When I was the team lead for a multi-tenant SaaS product we hosted for our customers, I made sure we enabled our product owner, management and the dev team to get important insights in the availability, performance and usage of our systems.
As we followed the adagio: ‘You build it, you run it’, I made sure it was possible to view the current (near real-time) performance on a dashboard and more business information on a daily basis, like the number of (new/recurring) users inside a Business Intelligence product. We even tracked supporting systems to make sure everything was up to our standards (think e.g. of SSL certificates via SSLLabs for validity and key strength), SAS Key validity and more.
In this first post I’m exploring the information I found necessary to have and will follow this up in another post with several methods to gather that information. The closing part of this series will be an overview of tools that could be use to gather the necessary information and display inside of a dashboard.
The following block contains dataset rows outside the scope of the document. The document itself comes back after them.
describe('inviting', () => {
  it('answers the invitation without its token, and mails the link', async () => {
    const res = await owner.post('/api/invitations', {
      email: ' Tutor.Two@Example.test ',
      role: 'tutor',
      studentIds: [wren],
    });
    expect(res.status).toBe(201);
    expect(res.body).toMatchObject({
      email: 'tutor.two@example.test',
      role: 'tutor',
      studentIds: [wren],
      status: 'pending',
      invitedBy: { displayName: 'Robin' },
    });
    expect(JSON.stringify(res.body)).not.toMatch(/token/i);
    const days = (new Date(res.body.expiresAt).getTime() - Date.now()) / 86_400_000;
    expect(days).toBeGreaterThan(6.99);
    expect(days).toBeLessThanOrEqual(7);
    const mail = await waitForMail(owner, 'tutor.two@example.test', /invited you/);
    expect(mail.subject).toBe('Robin invited you to The Hollow Lane household on Workback');
    // Only the hash is stored: the token from the mail is nowhere in the database.
    const token = linkPath(mail, '/invitations/').split('/').pop()!;
    const rows = await db().query<{ token_hash: string }>('SELECT token_hash FROM invitations', {
      type: QueryTypes.SELECT,
    });
    expect(rows.some((r) => r.token_hash.includes(token))).toBe(false);
    expect(rows.every((r) => /^[0-9a-f]{64}$/.test(r.token_hash))).toBe(true);
    const list = await owner.get('/api/invitations').expect(200);
    expect(list.body.items.map((i: { email: string }) => i.email)).toContain(
      'tutor.two@example.test',
    );
  });

  it('requires at least one granted student of this household for a tutor', async () => {
    const none = await owner.post('/api/invitations', { email: 'a@example.test', role: 'tutor' });
    expect(none.status).toBe(400);
    expect(none.body.fields.studentIds).toMatch(/at least one student/);
    const empty = await owner.post('/api/invitations', {
      email: 'a@example.test',
      role: 'tutor',
      studentIds: [],
    });
    expect(empty.status).toBe(400);
    const stranger = await registered(t, 'other-owner@example.test', 'Other household');
    const theirs = await stranger.post('/api/students', { name: 'Theirs', gradeLevel: '3' });
    const foreign = await owner.post('/api/invitations', {
      email: 'a@example.test',
      role: 'tutor',
      studentIds: [theirs.body.id],
    });
    expect(foreign.status).toBe(404);
    const mailed = (await outbox(owner)).filter((m) => m.to === 'a@example.test');
    expect(mailed).toHaveLength(0);
  });

  it('refuses bad fields by name and leaves no row', async () => {
    const before = (await owner.get('/api/invitations').expect(200)).body.total;
    const cases: [object, string][] = [
      [{ email: 'not-an-email', role: 'parent' }, 'email'],
      [{ email: 'p@example.test', role: 'owner' }, 'role'],
      [{ email: 'p@example.test', role: 'parent', studentIds: [wren] }, 'studentIds'],
      [{ email: 'p@example.test', role: 'tutor', studentIds: ['x'] }, 'studentIds'],
      [{ email: 'p@example.test', role: 'parent', admin: true }, 'admin'],
    ];
    for (const [body, field] of cases) {
      const res = await owner.post('/api/invitations', body);
      expect(res.status, JSON.stringify(body)).toBe(400);
      expect(res.body.fields).toHaveProperty(field);
    }
    expect((await owner.get('/api/invitations').expect(200)).body.total).toBe(before);
  });

  it('refuses to invite someone already in the household (409)', async () => {
    const res = await owner.post('/api/invitations', { email: DEMO.parent, role: 'parent' });
    expect(res.status).toBe(409);
    expect(res.body.fields).toHaveProperty('email');
  });

  it('lets a second parent invite, and not a tutor or the site admin', async () => {
    const parent = await signedIn(t, DEMO.parent);
    await invite(parent, { email: 'by-parent@example.test', role: 'parent' });
    const tutor = await signedIn(t, DEMO.tutor);
    const res = await tutor.post('/api/invitations', { email: 'x@example.test', role: 'parent' });
    expect(res.status).toBe(403);
    expect((await tutor.get('/api/invitations')).status).toBe(403);
    const admin = await signedIn(t, DEMO.admin);
    expect(
      (await admin.post('/api/invitations', { email: 'x@example.test', role: 'parent' })).status,
    ).toBe(403);
  });

  it('replaces an earlier open invitation to the same address', async () => {
    const first = await invite(owner, { email: 'twice@example.test', role: 'parent' });
    await new Promise((r) => setTimeout(r, 5));
    await invite(owner, { email: 'twice@example.test', role: 'parent' });
    const anon = await anonymous();
    expect((await anon.get(`/api${first}`)).status).toBe(404);
    const open = (await owner.get('/api/invitations').expect(200)).body.items.filter(
      (i: { email: string }) => i.email === 'twice@example.test',
    );
    expect(open).toHaveLength(1);
  });

  it('keeps the newest of five invitations sent at once to one address, and its mailed link works', async () => {
    const email = 'five-at-once@example.test';
    // Without the "older than the new one" rule each removed every other open invitation to the
    // address, the others' new ones too, so no mailed link worked.
    const sent = await Promise.all(
      Array.from({ length: 5 }, () => owner.post('/api/invitations', { email, role: 'parent' })),
    );
    expect(sent.map((r) => `${r.status} ${r.status === 201 ? '' : r.text}`)).toEqual(
      Array(5).fill('201 '),
    );
    const newest = Math.max(...sent.map((r) => r.body.id as number));
    const open = (await owner.get('/api/invitations').expect(200)).body.items.filter(
      (i: { email: string }) => i.email === email,
    );
    expect(open.map((i: { id: number }) => i.id)).toEqual([newest]);

    const mailed = (await outbox(owner)).filter((m) => m.to === email);
    expect(mailed).toHaveLength(5);
    const anon = await anonymous();
    const previews = await Promise.all(
      mailed.map(async (m) => ({
        path: linkPath(m, '/invitations/'),
        status: (await anon.get(`/api${linkPath(m, '/invitations/')}`)).status,
      })),
    );
    expect(previews.map((p) => p.status).sort()).toEqual([200, 404, 404, 404, 404]);
    const working = previews.find((p) => p.status === 200)!.path;
    await anon
      .post(`/api${working}/accept`, { displayName: 'Five', password: 'a-good-long-password' })
      .expect(200);
    expect((await owner.get('/api/members').expect(200)).body.items).toContainEqual(
      expect.objectContaining({ email, role: 'parent' }),
    );
  });
});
I’ll base all examples in this series on a multi-tenant SaaS application, which was build with ASP.NET MVC. We hosted that application in Azure on an App Service Plan, making use of SQL Database, blob storage (blob/table and queues), key vault and more.
What information do you need to check?
Maybe the first information we started gathering was information about the incoming requests to the web application: raw number of requests and request errors, together with information like server side duration, user agent, request path, tenantid and userid.
At first we gathered this information by just logging it into the database after a request was ended, but after a while we learned that this was putting quite a load on our database, locking tables on inserts and live checking them in production is not a great idea: performance will tank if you have a small database tier and > 800k entries in the table per month. We could start to shard that table, but even then it would still be a performance issue with our growing customer and user base. Remember, inserting new records in that table will lock it and new insert will have to wait.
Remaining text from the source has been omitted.